**Task goal**
Please write out, exactly as given, every line of the entries below up to and including the line with "from bittune import config as config_mod".

------ Task data

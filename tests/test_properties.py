"""Property tests: the readers and loaders answer any input with a result or InputError.

Hypothesis feeds arbitrary bytes, mutations of valid files (they get past the
first byte and reach deeper code than random bytes do) and arbitrary YAML
documents to the job loader, the config loader, the three data readers and the
start-point reader. Anything raised that is not ``bittune.errors.InputError``
is a bug, and so is any warning except the job loader's documented "ignored
unless" one. A result that comes back must be usable: finite data of matching
shapes, a job or config that parses again to itself.

The minimal failing examples Hypothesis found are kept as plain tests at the end.
"""

from __future__ import annotations

import io
import warnings
import zipfile
from pathlib import Path

import numpy as np
import pytest
import scipy.sparse as sp
import yaml
from hypothesis import HealthCheck, example, given, settings
from hypothesis import strategies as st

from bittune import config as config_mod
from bittune import job as job_mod
from bittune._yaml import REQUIRED, Param, dump_yaml, key_text, parse_yaml, show
from bittune.config import Config, config_to_dict, load_config, parse_config
from bittune.data import Dataset, load_data
from bittune.errors import InputError
from bittune.job import Job, load_job, parse_job
from bittune.workspace import Workspace, open_job

# ~200 examples per property keeps the file well under a minute on 2 cores.
PROPERTY = settings(max_examples=200, deadline=None,
                    suppress_health_check=[HealthCheck.too_slow, HealthCheck.data_too_large])

GOOD_SVM = b"".join(b"%d 1:%.1f 2:%.1f 3:%.1f\n" % (i % 2, 0.1 * i - 0.5, 0.3 - 0.05 * i, (-1) ** i * 0.2)
                    for i in range(12))
GOOD_CSV = b"site,a,b,label\n" + b"".join(b"s%d,%.2f,%.2f,%d\n" % (i % 3, 0.1 * i, -0.2 * i, i % 2)
                                         for i in range(12))
GOOD_JOB = b"""data: d.svm
model: logistic_nonconvex
regularization: 0.1
workers: {count: 3, split: dirichlet, dirichlet_alpha: 2.0, seed: 1}
target: {grad_norm_sq: 1e-3, relative: true}
budget: {max_rounds: 100, max_bits_per_worker: 1e6}
start: {seed: 2, scale: 0.5}
probe: {runs: 2, safety: 1.5}
search: {methods: [diana, marina], compressors: [rand_k, dither], step_range: [0.5, 64], trials: 5}
"""
GOOD_CONFIG = b"""bittune_config: 1
method: marina
compressor: {name: rand_k, k: 2}
step_size: 0.25
sync_probability: 0.1
problem: {dimension: 3, workers: 3}
expected: {mean_bits_per_worker: 1200.5, note: '1e-3'}
"""


def _npz_bytes(*, compressed: bool = False, **arrays) -> bytes:
    buf = io.BytesIO()
    (np.savez_compressed if compressed else np.savez)(buf, **arrays)
    return buf.getvalue()


def _good_arrays() -> dict:
    rng = np.random.default_rng(11)
    return {"X": rng.normal(size=(12, 3)), "y": np.tile([0.0, 1.0], 6), "groups": np.repeat([4, 5, 6], 4)}


@pytest.fixture(scope="module")
def folder(tmp_path_factory) -> Path:
    """Files a job may point at: every data format and a start point."""
    d = tmp_path_factory.mktemp("props")
    (d / "d.svm").write_bytes(GOOD_SVM)
    (d / "d.csv").write_bytes(GOOD_CSV)
    (d / "d.npz").write_bytes(_npz_bytes(**_good_arrays()))
    np.save(d / "x0.npy", np.zeros(3))
    return d


def _expect_input_error_or(fn, *, allowed_warning: str | None = None, allow_numeric_warnings: bool = False):
    """Run ``fn``; return its result, or the InputError it raised. Anything else fails the test."""
    with warnings.catch_warnings(record=True) as caught:
        warnings.simplefilter("always")
        try:
            result = fn()
        except InputError as exc:
            assert exc.problems and all(isinstance(p, str) and p for p in exc.problems)
            assert str(exc)  # the message can be formatted
            result = exc
    for w in caught:
        if allowed_warning is not None and issubclass(w.category, UserWarning) and allowed_warning in str(w.message):
            continue
        if allow_numeric_warnings and issubclass(w.category, RuntimeWarning):
            continue  # numpy overflow while evaluating an absurd start point; rejected right after
        raise AssertionError(f"unexpected warning {w.category.__name__}: {w.message}")
    return result


def _names_where(exc: InputError, *, source: str, heads: tuple[str, ...] = ()) -> None:
    """What any InputError from a reader must say, whatever the input: the file (or the
    job's source) it came from, and for every problem where it is: a line of that file
    (``path:3: ...``), a key path starting with one of ``heads``, or ``top level``."""
    text = str(exc)
    assert source in text, f"the message does not name {source!r}: {text!r}"
    for problem in exc.problems:
        assert ": " in problem, f"no 'where: what' form: {problem!r}"
        assert problem.startswith((source, "top level", *heads)), f"names neither a line nor a key: {problem!r}"


def _unknown_keys_named(exc, doc, known, *, prefix: str = "") -> int:
    """Every key of ``doc`` outside ``known`` is named as ``prefix + key: unknown key``; returns how many."""
    if not isinstance(doc, dict):
        return 0
    missing = [k for k in doc if not (isinstance(k, str) and k in known)]
    for k in missing:
        head = f"{prefix}{key_text(k)}: unknown key ("
        assert isinstance(exc, InputError), f"unknown key {head!r} accepted"
        assert any(p.startswith(head) for p in exc.problems), (head, exc.problems)
    return len(missing)


def _job_heads(doc) -> tuple[str, ...]:
    """Key paths a job error may start with: the schema's names and the document's own keys."""
    own = [key_text(k) for k in doc] if isinstance(doc, dict) else []
    return tuple(JOB_KEYS + own)


# ---------------------------------------------------------------------------
# Strategies

YAML_TOKENS = [b": ", b"- ", b"[", b"]", b"{", b"}", b", ", b"#", b"&a ", b"*a", b"!!int ", b"!!float ",
               b"!!binary ", b"!!timestamp ", b"!!str ", b"!!set ", b"? ", b"|\n", b">\n", b"'", b'"',
               b"\n", b"\t", b"  ", b"1e-3", b"0x" + b"F" * 40, b"9" * 30, b"~", b"<<: ", b".nan",
               b"-1", b"0", b"yes", b"~nobody-here/x.svm", b"\x00", b"\xff\xfe", b"---\n", b"%YAML 1.1\n",
               b"2020-13-45", b"1:30:00", b"!python/object ", b"workers", b"count", b"data: ", b"\xc3\xa9"]
SVM_TOKENS = [b"1", b"0", b"-1", b"+1", b"2", b" ", b"\t", b"\n", b"\r", b"#", b":", b"1:0.5", b" 2:1e-3",
              b" 3:-4", b" 0:1", b" 2:nan", b" 1:inf", b"qid:1", b"9" * 19 + b":1", b"1e999", b" 7:.5",
              b"\xff", b"\x0b", b"-", b".", b"e"]
CSV_TOKENS = [b",", b"\n", b"\r\n", b'"', b"a", b"b", b"label", b"site", b"1", b"0", b"-2.5", b"1e-3",
              b"nan", b"inf", b"x", b" ", b"\xef\xbb\xbf", b"\x00", b"\xff", b"s1", b"9" * 25, b'""']


def mutations(base: bytes, tokens: list[bytes]) -> st.SearchStrategy[bytes]:
    """``base`` after 1-4 random edits: insert a token or random bytes, delete, overwrite, truncate."""

    @st.composite
    def strategy(draw) -> bytes:
        data = bytearray(base)
        for _ in range(draw(st.integers(1, 4))):
            op = draw(st.sampled_from(["insert", "delete", "overwrite", "truncate"]))
            pos = draw(st.integers(0, len(data)))
            if op == "insert":
                data[pos:pos] = draw(st.one_of(st.sampled_from(tokens), st.binary(min_size=1, max_size=4)))
            elif op == "delete":
                del data[pos:pos + draw(st.integers(1, 16))]
            elif op == "overwrite" and pos < len(data):
                data[pos] = draw(st.integers(0, 255))
            elif op == "truncate":
                del data[pos:]
        return bytes(data)

    return strategy()


def token_soup(tokens: list[bytes], *, max_size: int = 60) -> st.SearchStrategy[bytes]:
    return st.lists(st.sampled_from(tokens), max_size=max_size).map(b"".join)


def any_bytes(base: bytes, tokens: list[bytes]) -> st.SearchStrategy[bytes]:
    return st.one_of(st.binary(max_size=400), token_soup(tokens), mutations(base, tokens))


JOB_KEYS = sorted({*job_mod.TOP, *job_mod.SECTIONS, *(k for s in job_mod.SECTIONS.values() for k in s)})
CONFIG_KEYS = sorted({"bittune_config", "name", *config_mod.TOP, "compressor", "problem", *config_mod.PROBLEM,
                      *config_mod.FREE_SECTIONS, *(k for c in config_mod.COMPRESSORS.values() for k in c)})
TRAP_TEXT = ["1e-3", "1E5", ".5", "-0", "inf", "-.inf", ".nan", "0x1F", "1_000", "0o17", "1:30", "yes", "off",
             "~", "", " ", "2020-13-45", "null", "d.svm", "d.csv", "d.npz", "x0.npy", "rand_k", "marina", "iid"]
#: Scalars safe_dump can write (Python refuses to print ints over 4300 digits).
SCALARS = st.one_of(
    st.none(), st.booleans(), st.integers(), st.integers(min_value=-10**400, max_value=10**400),
    st.floats(), st.text(max_size=12), st.sampled_from(TRAP_TEXT),
)
#: What only a mapping built in Python (not from a file) can hold.
#: (The huge ones are built lazily: Hypothesis prints its strategies, and repr() of
#: an int over 4300 digits raises.)
RAW_SCALARS = st.one_of(SCALARS, st.builds(pow, st.just(16), st.just(5000)),
                        st.builds(pow, st.just(-10), st.just(5001)),
                        st.sampled_from([2 ** 64, b"bytes", ("t", 1), np.float64("nan"), np.int64(3), np.bool_(True)]))


def keys(known: list[str]) -> st.SearchStrategy:
    return st.one_of(st.sampled_from(known), st.text(max_size=8), st.integers(-3, 3), st.booleans(), st.none())
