impl System {
    /// A system from a compiled formula and one value per parameter, in the formula's order.
    pub fn new(formula: Arc<Formula>, params: Vec<f64>) -> Result<System, SystemError> {
        if params.len() < formula.params().len() {
            return Err(SystemError::MissingParameter(
                formula.params()[params.len()].clone(),
            ));
        }
        for (name, &v) in formula.params().iter().zip(&params) {
            if !v.is_finite() {
                return Err(SystemError::NonFiniteParameter(name.clone(), v));
            }
        }
        let mut params = params;
        params.truncate(formula.params().len());
        Ok(System {
            formula,
            params,
            time: 0.0,
            time_free: false,
        })
    }

    /// Compile `source` and take parameter values by name; a parameter without
    /// a value is an error.
    pub fn from_source(source: &str, values: &[(&str, f64)]) -> Result<System, SystemError> {
        let formula = Formula::compile(source)?;
        let mut params = Vec::with_capacity(formula.params().len());
        for name in formula.params() {
            match values.iter().find(|(n, _)| n == name) {
                Some(&(_, v)) => params.push(v),
                None => return Err(SystemError::MissingParameter(name.clone())),
            }
        }
        System::new(Arc::new(formula), params)
    }

    pub fn formula(&self) -> &Formula {
        &self.formula
    }

    pub fn formula_arc(&self) -> &Arc<Formula> {
        &self.formula
    }

    /// Parameter values in the formula's order.
    pub fn params(&self) -> &[f64] {
        &self.params
    }

    /// Value of a parameter by name.
    pub fn param(&self, name: &str) -> Option<f64> {
        self.formula.param_index(name).map(|i| self.params[i])
    }

    /// The same system with parameter `index` set to `value`.
    pub fn with_param(&self, index: usize, value: f64) -> System {
        let mut s = self.clone();
        if let Some(v) = s.params.get_mut(index) {
            *v = value;
            s.time_free = false;
        }
        s
    }

    /// H₀, the undriven system: parameter `index` (the drive amplitude) at
    /// 0, checked to leave H free of t (H₀ compared at several points and
    /// times to 1e-12 relative), and then treated as autonomous (see
    /// [`System::depends_on_time`]). An error says that t is still there,
    /// so the time dependence is not all in the amplitude's term.
    pub fn undriven(&self, index: usize) -> Result<System, String> {
        const POINTS: [(f64, f64); 3] = [(0.3, 0.7), (-1.1, 0.4), (0.9, -1.3)];
        const TIMES: [f64; 3] = [0.37, 1.9, 5.3];
        let name = self
            .formula
            .params()
            .get(index)
            .cloned()
            .ok_or_else(|| format!("the formula has no parameter number {}", index + 1))?;
        let mut s = self.with_param(index, 0.0);
        if s.formula.uses_t() {
            for &(q, p) in &POINTS {
                let a = s.energy_t(q, p, 0.0);
                for &t in &TIMES {
                    let b = s.energy_t(q, p, t);
                    // a point outside H's domain (NaN at both times) says nothing
                    if a.is_finite() && b.is_finite() && (a - b).abs() > 1e-12 * (1.0 + a.abs()) {
                        return Err(format!(
                            "H with {name} = 0 still depends on t; the time dependence must sit in the drive term"
                        ));
                    }
                }
            }
        }
        s.time_free = true;
        Ok(s)
    }

    /// The same system with its frozen time set to `t` (a non-finite `t` is
    /// taken as 0). Only the methods without a `_t` suffix read it.
    pub fn frozen_at(&self, t: f64) -> System {
        let mut s = self.clone();
        s.time = if t.is_finite() { t } else { 0.0 };
        s
    }

    /// The time at which the methods without a `_t` suffix evaluate H.
    pub fn time(&self) -> f64 {
        self.time
    }

    /// True when H = T(p) + V(q), so explicit splitting methods apply.
    pub fn is_separable(&self) -> bool {
        self.formula.is_separable()
    }

    /// True when H depends on t explicitly (then H is not conserved): its
    /// formula uses t, unless [`System::undriven`] checked that it does not
    /// matter at these parameter values.
    pub fn depends_on_time(&self) -> bool {
        self.formula.uses_t() && !self.time_free
    }

    fn slots<D: DualNum<Primitive = f64> + Copy>(&self, q: D, p: D, t: D) -> SlotBuf<D> {
        let mut buf = SlotBuf::new(self.params.len());
        let s = buf.as_mut();
        s[SLOT_Q] = q;
        s[SLOT_P] = p;
        s[SLOT_T] = t;
        for (i, &v) in self.params.iter().enumerate() {
            s[FIRST_PARAM_SLOT + i] = D::from(v);
        }
        buf
    }

    /// H(q, p) and its first four derivatives in q at fixed p, at the frozen
    /// time: [H, H_q, H_qq, H_qqq, H_qqqq]. A second-order dual number over
    /// a second-order dual number (the outer one's second derivative,
    /// differentiated twice more by the inner one).
    pub fn q_derivatives(&self, q: f64, p: f64) -> [f64; 5] {
        type D = Dual2<Dual2_64>;
        let x = D::new(
            Dual2_64::new(q, 1.0, 0.0),
            Dual2_64::new(1.0, 0.0, 0.0),
            Dual2_64::new(0.0, 0.0, 0.0),
        );
        let buf = self.slots(x, D::from(p), D::from(self.time));
        let r = self.formula.eval(buf.as_ref());
        [r.re.re, r.re.v1, r.v2.re, r.v2.v1, r.v2.v2]
    }

    /// H(q, p) at the frozen time.
    pub fn energy(&self, q: f64, p: f64) -> f64 {
        self.energy_t(q, p, self.time)
    }

    /// H(q, p, t).
    pub fn energy_t(&self, q: f64, p: f64, t: f64) -> f64 {
        let buf = self.slots(q, p, t);
        self.formula.eval(buf.as_ref())
    }

    /// (H, ∂H/∂q) at (q, p, t), one forward pass.
    pub fn dh_dq(&self, q: f64, p: f64, t: f64) -> (f64, f64) {
        let buf = self.slots(Dual64::new(q, 1.0), Dual64::from(p), Dual64::from(t));
        let r = self.formula.eval(buf.as_ref());
        (r.re, r.eps)
    }

    /// (H, ∂H/∂p) at (q, p, t), one forward pass.
    pub fn dh_dp(&self, q: f64, p: f64, t: f64) -> (f64, f64) {
        let buf = self.slots(Dual64::from(q), Dual64::new(p, 1.0), Dual64::from(t));
        let r = self.formula.eval(buf.as_ref());
        (r.re, r.eps)
    }

    /// The vector field (q', p') = (∂H/∂p, −∂H/∂q) at (q, p, t).
    pub fn field_t(&self, q: f64, p: f64, t: f64) -> [f64; 2] {
        [self.dh_dp(q, p, t).1, -self.dh_dq(q, p, t).1]
    }

    /// The damped field (q', p') = (∂H/∂p, −∂H/∂q − δ ∂H/∂p) at (q, p, t) for
    /// a linear damping rate `damping` = δ; exactly [`System::field_t`] when δ = 0.
    pub fn damped_field_t(&self, q: f64, p: f64, t: f64, damping: f64) -> [f64; 2] {
        if damping == 0.0 {
            self.field_t(q, p, t)
        } else {
            let hp = self.dh_dp(q, p, t).1;
            [hp, -self.dh_dq(q, p, t).1 - damping * hp]
        }
    }

    /// The vector field at the frozen time.
    pub fn field(&self, q: f64, p: f64) -> [f64; 2] {
        self.field_t(q, p, self.time)
    }

    /// [∂H/∂q, ∂H/∂p] at the frozen time.
    pub fn gradient(&self, q: f64, p: f64) -> [f64; 2] {
        let j = self.jet(q, p);
        [j.hq, j.hp]
    }

    /// H with first and second derivatives at (q, p, t), one forward pass.
    pub fn jet_t(&self, q: f64, p: f64, t: f64) -> Jet {
        let buf = self.slots(
            Dual2SVec64::<2>::from_re(q).derivative(0),
            Dual2SVec64::<2>::from_re(p).derivative(1),
            Dual2SVec64::<2>::from(t),
        );
        let r = self.formula.eval(buf.as_ref());
        let g = |i: usize| r.v1.0.as_ref().map(|m| m[i]).unwrap_or(0.0);
        let hh = |i: usize, j: usize| r.v2.0.as_ref().map(|m| m[(i, j)]).unwrap_or(0.0);
        Jet {
            h: r.re,
            hq: g(0),
            hp: g(1),
            hqq: hh(0, 0),
            hqp: hh(0, 1),
            hpp: hh(1, 1),
        }
    }

    /// H with first and second derivatives at (q, p) and the frozen time.
    pub fn jet(&self, q: f64, p: f64) -> Jet {
        self.jet_t(q, p, self.time)
    }

    /// The Hessian of H at (q, p): [[H_qq, H_qp], [H_qp, H_pp]].
    pub fn hessian(&self, q: f64, p: f64) -> [[f64; 2]; 2] {
        let j = self.jet(q, p);
        [[j.hqq, j.hqp], [j.hqp, j.hpp]]
    }

    /// The Jacobian of the field at (q, p).
    pub fn jacobian(&self, q: f64, p: f64) -> [[f64; 2]; 2] {
        self.jet(q, p).jacobian()
    }

    /// H with derivatives in (q, p, μ) where μ is parameter `param`, at the frozen time.
    /// Used by continuation, which needs ∂/∂μ exactly.
    pub fn param_jet(&self, q: f64, p: f64, param: usize) -> ParamJet {
        let mut buf = self.slots(
            Dual2SVec64::<3>::from_re(q).derivative(0),
            Dual2SVec64::<3>::from_re(p).derivative(1),
            Dual2SVec64::<3>::from(self.time),
        );
        if let Some(v) = self.params.get(param) {
            buf.as_mut()[FIRST_PARAM_SLOT + param] = Dual2SVec64::<3>::from_re(*v).derivative(2);
        }
        let r = self.formula.eval(buf.as_ref());
        let mut grad = [0.0; 3];
        let mut hess = [[0.0; 3]; 3];
        if let Some(m) = r.v1.0.as_ref() {
            for (i, g) in grad.iter_mut().enumerate() {
                *g = m[i];
            }
        }
        if let Some(m) = r.v2.0.as_ref() {
            for (i, row) in hess.iter_mut().enumerate() {
                for (j, h) in row.iter_mut().enumerate() {
                    // the two mixed partials may differ in the last bit; use their mean
                    *h = 0.5 * (m[(i, j)] + m[(j, i)]);
                }
            }
        }
        ParamJet {
            h: r.re,
            grad,
            hess,
        }
    }

    /// H with derivatives up to third order in (q, p, μ_a, μ_b, …) where the
    /// μ are the parameters with indices `params` (at most
    /// [`MAX_THIRD_JET_PARAMS`]; extra indices and unknown ones are ignored),
    /// at the frozen time. One forward pass per variable, with a second-order dual number
    /// over first-order duals: the outer number carries the Hessian, the inner
    /// one differentiates it once more along the variable.
    pub fn third_jet(&self, q: f64, p: f64, params: &[usize]) -> ThirdJet {
        type D3 = Dual2SVec<Dual64, 4>;
        let params: Vec<usize> = params
            .iter()
            .copied()
            .filter(|&i| i < self.params.len())
            .take(MAX_THIRD_JET_PARAMS)
            .collect();
        let n = 2 + params.len();
        let mut base = [0.0; 4];
        base[0] = q;
        base[1] = p;
        for (i, &k) in params.iter().enumerate() {
            base[2 + i] = self.params[k];
        }
        let mut out = ThirdJet {
            n,
            h: 0.0,
            grad: [0.0; 4],
            hess: [[0.0; 4]; 4],
            third: [[[0.0; 4]; 4]; 4],
        };
        for k in 0..n {
            let var = |i: usize| {
                let inner = Dual64::new(base[i], if i == k { 1.0 } else { 0.0 });
                D3::from_re(inner).derivative(i)
            };
            let mut buf = self.slots(var(0), var(1), D3::from_re(Dual64::from(self.time)));
            for (i, &pk) in params.iter().enumerate() {
                buf.as_mut()[FIRST_PARAM_SLOT + pk] = var(2 + i);
            }
            let r = self.formula.eval(buf.as_ref());
            out.h = r.re.re;
            out.grad[k] = r.re.eps;
            if let Some(m) = r.v1.0.as_ref() {
                for i in 0..n {
                    out.hess[i][k] = m[i].eps;
                }
            }
            if let Some(m) = r.v2.0.as_ref() {
                for i in 0..n {
                    for j in 0..n {
                        out.third[i][j][k] = m[(i, j)].eps;
                    }
                }
            }
        }
        out
    }

    /// A fast evaluator of H over many points at the frozen time and the current parameters.
    pub fn row_program(&self) -> RowProgram {
        self.formula.specialize(self.time, &self.params)
    }
}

------------

**Written answer**
filename tests/test_properties.py
"""Property tests: the readers and loaders answer any input with a result or InputError.

Hypothesis feeds arbitrary bytes, mutations of valid files (they get past the
first byte and reach deeper code than random bytes do) and arbitrary YAML
documents to the job loader, the config loader, the three data readers and the
start-point reader. Anything raised that is not ``bittune.errors.InputError``
is a bug, and so is any warning except the job loader's documented "ignored
unless" one. A result that comes back must be usable: finite data of matching
shapes, a job or config that parses again to itself.

The minimal failing examples Hypothesis found are kept as plain tests at the end.
"""

from __future__ import annotations

import io
import warnings
import zipfile
from pathlib import Path

import numpy as np
import pytest
import scipy.sparse as sp
import yaml
from hypothesis import HealthCheck, example, given, settings
from hypothesis import strategies as st

from bittune import config as config_mod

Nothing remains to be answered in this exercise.